Exercise details
Search the records for the string "within", and show each line where it appears.

....

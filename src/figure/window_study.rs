//! The window study as a picture: ω_e, ω_e x_e and k against the half width of the window, one line a model.

use super::geometry::Bounds;
use super::{Axis, Figure, Role, Series, Shape, number};
use crate::estimate::Estimate;
use crate::findings::Findings;
use crate::fit::window_study::{Plateau, WindowFit, WindowNumbers, WindowStudy};
use crate::fit::{Family, FitRequest, Window};
use crate::units::{LengthUnit, NEWTON_PER_METRE_PER_HARTREE_PER_BOHR2, to_angstrom};

const HALF_WIDTH: Axis = Axis { title: "half width of the window", unit: "Å" };

/// A window of the study that can be taken.
#[derive(Clone, Debug, PartialEq)]
pub struct WindowTarget {
    /// What it is, in words.
    pub label: String,
    /// The window.
    pub window: Window,
    /// The model fitted in it.
    pub model: FitRequest,
    /// Its place in each of the figures, in the units of their axes.
    pub at: Vec<Option<[f64; 2]>>,
}

/// The window study, drawing-free.
#[derive(Clone, Debug, PartialEq)]
pub struct WindowPicture {
    /// ω_e, ω_e x_e (both only with a mass) and k, one above the other on one abscissa.
    pub figures: Vec<Figure>,
    /// What of each is shown: the plateau and what lies near it.
    pub bounds: Vec<Bounds>,
    /// The symmetric windows that gave a fit.
    pub targets: Vec<WindowTarget>,
    /// Index of the proposal among them.
    pub proposal: Option<usize>,
    /// What the study says, in a sentence or two.
    pub sentence: String,
}

/// One quantity of a fit in the unit of its axis.
type Quantity = fn(&WindowNumbers) -> Option<Estimate>;

fn k_of(numbers: &WindowNumbers) -> Option<Estimate> {
    Some(numbers.force_constant_hartree_per_bohr2.scaled(NEWTON_PER_METRE_PER_HARTREE_PER_BOHR2))
}

const QUANTITIES: [(Axis, Quantity); 3] = [
    (Axis { title: "ωₑ", unit: "cm⁻¹" }, |n| n.omega_e_per_cm),
    (Axis { title: "ωₑxₑ", unit: "cm⁻¹" }, |n| n.omega_e_x_e_per_cm),
    (Axis { title: "k", unit: "N/m" }, k_of),
];

impl WindowPicture {
    /// The picture of the findings' window study; none without one or without a fit in it.
    pub fn of(findings: &Findings) -> Option<Self> {
        Self::of_study(findings.window_study.as_ref()?, Self::half_width_in_force_angstrom(findings))
    }

    /// How far the window of the fits reaches from r_e on its wider side; none without a fit.
    pub fn half_width_in_force_angstrom(findings: &Findings) -> Option<f64> {
        let (from, to) = findings.fits.iter().find_map(|f| f.result.as_ref().ok())?.window_bohr;
        let r_e = findings.curve.as_ref()?.local.r_e_bohr;
        Some(to_angstrom((r_e - from).max(to - r_e)))
    }

    /// The same of a study that is not among findings; `in_force_angstrom` is the half width of the window in force.
    pub fn of_study(study: &WindowStudy, in_force_angstrom: Option<f64>) -> Option<Self> {
        let shown = |f: &&WindowFit| f.symmetric && f.numbers.is_ok();
        let widest = study.fits.iter().filter(shown).map(|f| to_angstrom(f.half_width_bohr()));
        let widest = widest.fold(0.0, f64::max);
        if widest <= 0.0 {
            return None;
        }
        let x = (0.0, 1.03 * widest);
        let plateau = study.proposed.and_then(|i| study.plateaus.get(i));
        let (mut figures, mut bounds, mut quantities) = (Vec::new(), Vec::new(), Vec::<Quantity>::new());
        for (y, quantity) in QUANTITIES {
            let series = lines(study, quantity);
            let Some(range) = ordinates(&series, plateau, study, quantity) else { continue };
            let figure = Figure {
                x: HALF_WIDTH,
                y,
                series: [behind(plateau, in_force_angstrom, range), series, proposal(study, quantity)]
                    .concat(),
            };
            bounds.push(Bounds { x, y: range });
            figures.push(figure);
            quantities.push(quantity);
        }
        let mut targets = Vec::new();
        let mut proposed = None;
        for (index, fit) in study.fits.iter().enumerate().filter(|(_, f)| shown(f)) {
            if plateau.is_some_and(|p| p.middle == index) {
                proposed = Some(targets.len());
            }
            targets.push(WindowTarget {
                label: format!("{}, {}", running(study.models[fit.model]), words(fit)),
                window: fit.window,
                model: study.models[fit.model],
                at: quantities.iter().map(|quantity| place(fit, *quantity)).collect(),
            });
        }
        Some(Self { figures, bounds, targets, proposal: proposed, sentence: sentence(study, plateau) })
    }

    /// The target nearest to a place of one figure, in shares of its bounds; none beyond a twentieth of them.
    pub fn nearest(&self, figure: usize, at: [f64; 2]) -> Option<usize> {
        let bounds = self.bounds.get(figure)?;
        let (width, height) = (bounds.x.1 - bounds.x.0, bounds.y.1 - bounds.y.0);
        let distance = |target: &WindowTarget| {
            let [x, y] = (*target.at.get(figure)?)?;
            Some(((x - at[0]) / width).hypot((y - at[1]) / height))
        };
        let found = self.targets.iter().enumerate().filter_map(|(i, t)| Some((i, distance(t)?)));
        found.min_by(|a, b| a.1.total_cmp(&b.1)).filter(|(_, d)| *d < 0.05).map(|(i, _)| i)
    }
}

fn place(fit: &WindowFit, quantity: Quantity) -> Option<[f64; 2]> {
    let value = quantity(fit.numbers.as_ref().ok()?)?.value;
    value.is_finite().then(|| [to_angstrom(fit.half_width_bohr()), value])
}

fn role(model: FitRequest) -> Role {
    match (model.family, model.degree) {
        (Family::Polynomial, Some(degree)) => Role::Degree(degree),
        (family, _) => super::fit_role(family),
    }
}

/// `degree 6`, `Morse`.
fn label(model: FitRequest) -> String {
    match (model.family, model.degree) {
        (Family::Polynomial, Some(degree)) => format!("degree {degree}"),
        (family, Some(order)) => format!("{} {order}", family.running_name()),
        (family, None) => family.running_name().to_owned(),
    }
}

fn running(model: FitRequest) -> String {
    let name = label(model);
    if model.family == Family::Polynomial { format!("polynomial of {name}") } else { name }
}

fn words(fit: &WindowFit) -> String {
    let edge = |r: f64| number::fixed(fit.window.unit.convert(r, LengthUnit::Angstrom), 3);
    format!("{} to {} Å, {} points", edge(fit.window.from), edge(fit.window.to), fit.points)
}

/// The symmetric windows of a model that are no less balanced than their neighbours: each further window gains a point
/// on one side only, and a line through all of them would show little but that. The proposal is always among them.
fn balanced(study: &WindowStudy, model: usize) -> Vec<&WindowFit> {
    let all: Vec<&WindowFit> = study.fits.iter().filter(|f| f.model == model && f.symmetric).collect();
    let tilt = |i: usize| all.get(i).map_or(f64::INFINITY, |f| (f.below_bohr - f.above_bohr).abs());
    let proposal = study.proposal().map(|f| f.window);
    let kept = |i: usize| {
        let before = if i > 0 { tilt(i - 1) } else { f64::INFINITY };
        tilt(i) <= before && tilt(i) <= tilt(i + 1) || Some(all[i].window) == proposal
    };
    (0..all.len()).filter(|&i| kept(i)).map(|i| all[i]).collect()
}

/// One line a model over its symmetric windows, broken where there is no fit.
fn lines(study: &WindowStudy, quantity: Quantity) -> Vec<Series> {
    let line = |(index, &model): (usize, &FitRequest)| {
        let windows = balanced(study, index).into_iter();
        let points: Vec<[f64; 2]> = windows
            .map(|f| place(f, quantity).unwrap_or([to_angstrom(f.half_width_bohr()), f64::NAN]))
            .collect();
        points.iter().any(|p| p[1].is_finite()).then(|| Series {
            role: role(model),
            label: label(model),
            about: format!("The {} in symmetric windows of rising width.", running(model)),
            strong: None,
            shape: Shape::Line(points),
        })
    };
    study.models.iter().enumerate().filter_map(line).collect()
}

/// Plateau and window in force.
fn behind(plateau: Option<&Plateau>, in_force: Option<f64>, (low, high): (f64, f64)) -> Vec<Series> {
    let series = |role, label: &str, about: &str, shape| Series {
        role,
        label: label.to_owned(),
        about: about.to_owned(),
        strong: None,
        shape,
    };
    let band = plateau.map(|p| {
        let ends = [p.from_half_width_bohr, p.to_half_width_bohr].map(to_angstrom);
        let about = "Half widths over which ωₑ of the model proposed hardly changes.";
        series(Role::Reach, "plateau", about, Shape::Band(Some(ends[0]), Some(ends[1])))
    });
    let line = in_force.map(|half| {
        let about = "The half width of the window the fits use now.";
        series(Role::Zero, "window in force", about, Shape::Line(vec![[half, low], [half, high]]))
    });
    band.into_iter().chain(line).collect()
}

fn proposal(study: &WindowStudy, quantity: Quantity) -> Vec<Series> {
    let at = study.proposal().and_then(|fit| place(fit, quantity));
    let ring = |at| Series {
        role: Role::Proposal,
        label: "proposed window".to_owned(),
        about: "In the geometric middle of the plateau.".to_owned(),
        strong: None,
        shape: Shape::Points(vec![at]),
    };
    at.map(ring).into_iter().collect()
}

/// Half of the values lie within this distance of the proposal, in the picture a third of the way to its border.
const DISTANCES_SHOWN: f64 = 3.0;

/// The range of ordinates: about the proposal (else the median), as far as half of the values and a bit more.
fn ordinates(
    series: &[Series],
    plateau: Option<&Plateau>,
    study: &WindowStudy,
    quantity: Quantity,
) -> Option<(f64, f64)> {
    let mut values: Vec<f64> = Vec::new();
    for line in series {
        if let Shape::Line(points) = &line.shape {
            values.extend(points.iter().map(|p| p[1]).filter(|v| v.is_finite()));
        }
    }
    values.sort_by(f64::total_cmp);
    let median = *values.get(values.len() / 2)?;
    let proposed = plateau.and_then(|p| place(study.fits.get(p.middle)?, quantity));
    let centre = proposed.map_or(median, |p| p[1]);
    let mut distances: Vec<f64> = values.iter().map(|v| (v - centre).abs()).collect();
    distances.sort_by(f64::total_cmp);
    let half = (DISTANCES_SHOWN * distances[distances.len() / 2]).max(1e-4 * centre.abs()).max(1e-9);
    Some((centre - half, centre + half))
}

/// An estimate with half the relative spread over the plateau beside its own error: a fit knows nothing of what the
/// choice of its window does.
fn widened(estimate: Estimate, spread: f64) -> Estimate {
    let by_window = 0.5 * spread * estimate.value.abs();
    let error = estimate.std_error.map_or(by_window, |own| own.hypot(by_window));
    Estimate { std_error: Some(error), ..estimate }
}

fn sentence(study: &WindowStudy, plateau: Option<&Plateau>) -> String {
    let Some((plateau, fit)) = plateau.zip(study.proposal()) else {
        return "No plateau: the curvature of every model changes with the window by more than 2 %."
            .to_owned();
    };
    let numbers = fit.numbers.as_ref().ok();
    let what = match numbers.and_then(|n| n.omega_e_per_cm) {
        Some(omega) => format!("ωₑ = {} cm⁻¹", number::estimate(&widened(omega, plateau.spread), 2)),
        None => {
            let k = numbers.and_then(k_of).unwrap_or(Estimate::exact(f64::NAN));
            format!("k = {} N/m", number::estimate(&widened(k, 2.0 * plateau.spread), 2))
        }
    };
    let half = |r: f64| number::fixed(to_angstrom(r), 3);
    format!(
        "{what} stays within {} % for half widths from {} to {} Å ({}, {} windows). Proposed: {}.",
        crate::digits::rounded(100.0 * plateau.spread, 1),
        half(plateau.from_half_width_bohr),
        half(plateau.to_half_width_bohr),
        running(study.models[plateau.model]),
        plateau.windows,
        words(fit)
    )
}

#[cfg(test)]
mod tests {
    use super::*;
    use crate::fit::window_study::WindowStudySettings;
    use crate::settings::Settings;

    /// 3 and 4 make 5: the error of the fit and half of the spread.
    #[test]
    fn the_error_told_counts_the_spread_over_the_plateau() {
        let own = Estimate::with_error(1000.0, 3.0, crate::estimate::ErrorSource::Fit);
        assert!((widened(own, 0.008).std_error.unwrap() - 5.0).abs() < 1e-12);
        assert!((widened(Estimate::exact(1000.0), 0.008).std_error.unwrap() - 4.0).abs() < 1e-12);
    }

    fn pictured(text: &str, name: &str, atoms: &str) -> WindowPicture {
        let scan = crate::scan::read::read_scan(name, text.as_bytes(), &Default::default()).unwrap();
        let mut settings = Settings::default();
        settings.masses.atoms = Some(crate::species::parse_atoms(atoms).unwrap());
        settings.fits.window_study = Some(WindowStudySettings::default());
        WindowPicture::of(&crate::study::study(&scan, &settings).unwrap()).unwrap()
    }

    #[test]
    fn the_proposal_lies_on_the_plateau_and_answers_to_a_click() {
        let text = include_str!("../../sample-scans/lih_X_A.csv");
        let picture = pictured(text, "lih_X_A.csv", "Li,H");
        println!("{}", picture.sentence);
        assert_eq!(picture.figures.len(), 3);
        let proposal = picture.proposal.unwrap();
        let at = picture.targets[proposal].at[0].unwrap();
        let band = picture.figures[0].series.iter().find_map(|s| match s.shape {
            Shape::Band(Some(a), Some(b)) => Some((a, b)),
            _ => None,
        });
        let (a, b) = band.unwrap();
        assert!(a <= at[0] && at[0] <= b);
        let bounds = picture.bounds[0];
        assert!((bounds.y.0..bounds.y.1).contains(&at[1]) && (bounds.x.0..bounds.x.1).contains(&at[0]));
        // A click on the ring takes that window, whichever of two models that lie there is nearer.
        let taken = picture.nearest(0, at).unwrap();
        assert_eq!(picture.targets[taken].window, picture.targets[proposal].window);
        assert!(picture.nearest(0, [0.0, bounds.y.1]).is_none() && picture.nearest(9, at).is_none());
        assert!(picture.sentence.contains("Proposed") && picture.sentence.contains("ωₑ"));
        // The parabola has no anharmonicity.
        assert!(picture.figures[1].series.iter().all(|s| s.label != "harmonic"));
    }
}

....

Problem solution
/// Half of the values lie within this distance of the proposal, in the picture a third of the way to its border.
        "{what} stays within {} % for half widths from {} to {} Å ({}, {} windows). Proposed: {}.",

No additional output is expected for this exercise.